Department of Biochemistry, Pusan National University School of Medicine, Yangsan, South Korea.
Mol Cancer. 2010 Jul 28;9:199. doi: 10.1186/1476-4598-9-199.
The development of new modulator possessing high efficacy, low toxicity and high selectivity is a pivotal approach to overcome P-glycoprotein (P-gp) mediated multidrug resistance (MDR) in cancer treatment. In this study, we suggest a new molecular mechanism that TRAIL (tumor necrosis factor-related apoptosis-inducing ligand) down-regulates P-glycoprotein (P-gp) through inhibition of DNA-PKcs/Akt/GSK-3beta pathway and activation of caspases and thereby sensitize MDR cells to MDR-related drugs.

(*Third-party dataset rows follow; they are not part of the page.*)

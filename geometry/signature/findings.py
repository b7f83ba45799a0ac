"""What a reading of residuals answers: one cause, a set of causes, or none."""

from __future__ import annotations

from dataclasses import dataclass

import numpy as np
from numpy.typing import NDArray

from geometry.checked import Array
from geometry.signature.kinds import Kind
from geometry.verdicts import Verdict


@dataclass(frozen=True, slots=True, eq=False)
class Cause:
    """One cause as far as the shots support it.

    `parameters` (k,) and `covariance` (k, k) are in metres, radians and parts of
    one, in the order of the kind's name; empty for a cause with nothing to fit.
    `probability` is among all causes weighed. `effect_m` is the largest
    displacement it predicts at a shot, `share` the part of the shots it explains.
    `setup` and `mark` are places in the caller's lists. `sentence` says it.
    """

    kind: Kind
    parameters: Array
    covariance: Array
    probability: float
    loss: float
    effect_m: float
    share: float
    setup: int | None
    mark: int | None
    about: str
    sentence: str


@dataclass(frozen=True, slots=True, eq=False)
class NextShot:
    """The measurement that would separate the two best causes.

    `candidate` is the place in the caller's list, None for a spot chosen here at
    `point` (E, N) or, for heights, at that place. The two causes differ there by
    `differ_m`, which is `times` the standard deviation of the comparison;
    `decides` is true from three on.
    """

    point: Array
    candidate: int | None
    differ_m: float
    times: float
    decides: bool
    sentence: str


@dataclass(frozen=True, slots=True, eq=False)
class Signature:
    """A reading. `verdict`: pass (nothing systematic that matters), fail (one cause),
    ambiguous (one of `causes`), not tested (too few shots).

    `causes` are those that cannot be told apart, most probable first; one with fail,
    none with pass. `weighed` are all causes that could be tried. `wild` are rows of
    shots that the best explanation leaves out, `redundancy` the degrees of freedom
    it has left. `would_see_m`, with pass, is the smallest effect at a shot that these
    shots would show with a probability of 80 %, for the worst one-parameter cause.
    """

    verdict: Verdict
    causes: tuple[Cause, ...]
    weighed: tuple[Cause, ...]
    wild: NDArray[np.int64]
    used: int
    redundancy: int
    would_see_m: float | None
    next_shot: NextShot | None
    reason: str

    @property
    def kind(self) -> Kind:
        """The most probable cause; nothing when none is supported."""
        return self.causes[0].kind if self.causes else Kind.NOTHING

MDR variants, CEM/VLB10-2, CEM/VLB55-8 and CEM/VLB100 cells, with gradually increased levels of P-gp derived from human lymphoblastic leukemia CEM cells, were gradually more susceptible to TRAIL-induced apoptosis and cytotoxicity than parental CEM cells. The P-gp level of MDR variants was positively correlated with the levels of DNA-PKcs, pAkt, pGSK-3beta and c-Myc as well as DR5 and negatively correlated with the level of c-FLIPs. Hypersensitivity of CEM/VLB100 cells to TRAIL was accompanied by the activation of mitochondrial apoptotic pathway as well as the activation of initiator caspases. In addition, TRAIL-induced down-regulation of DNA-PKcs/Akt/GSK-3beta pathway and c-FLIP and up-regulation of cell surface expression of death receptors were associated with the increased susceptibility to TRAIL of MDR cells. Moreover, TRAIL inhibited P-gp efflux function via caspase-3-dependent degradation of P-gp as well as DNA-PKcs and subsequently sensitized MDR cells to MDR-related drugs such as vinblastine and doxorubicin. We also found that suppression of DNA-PKcs by siRNA enhanced the susceptibility of MDR cells to vincristine as well as TRAIL via down-regulation of c-FLIP and P-gp expression and up-regulation of DR5.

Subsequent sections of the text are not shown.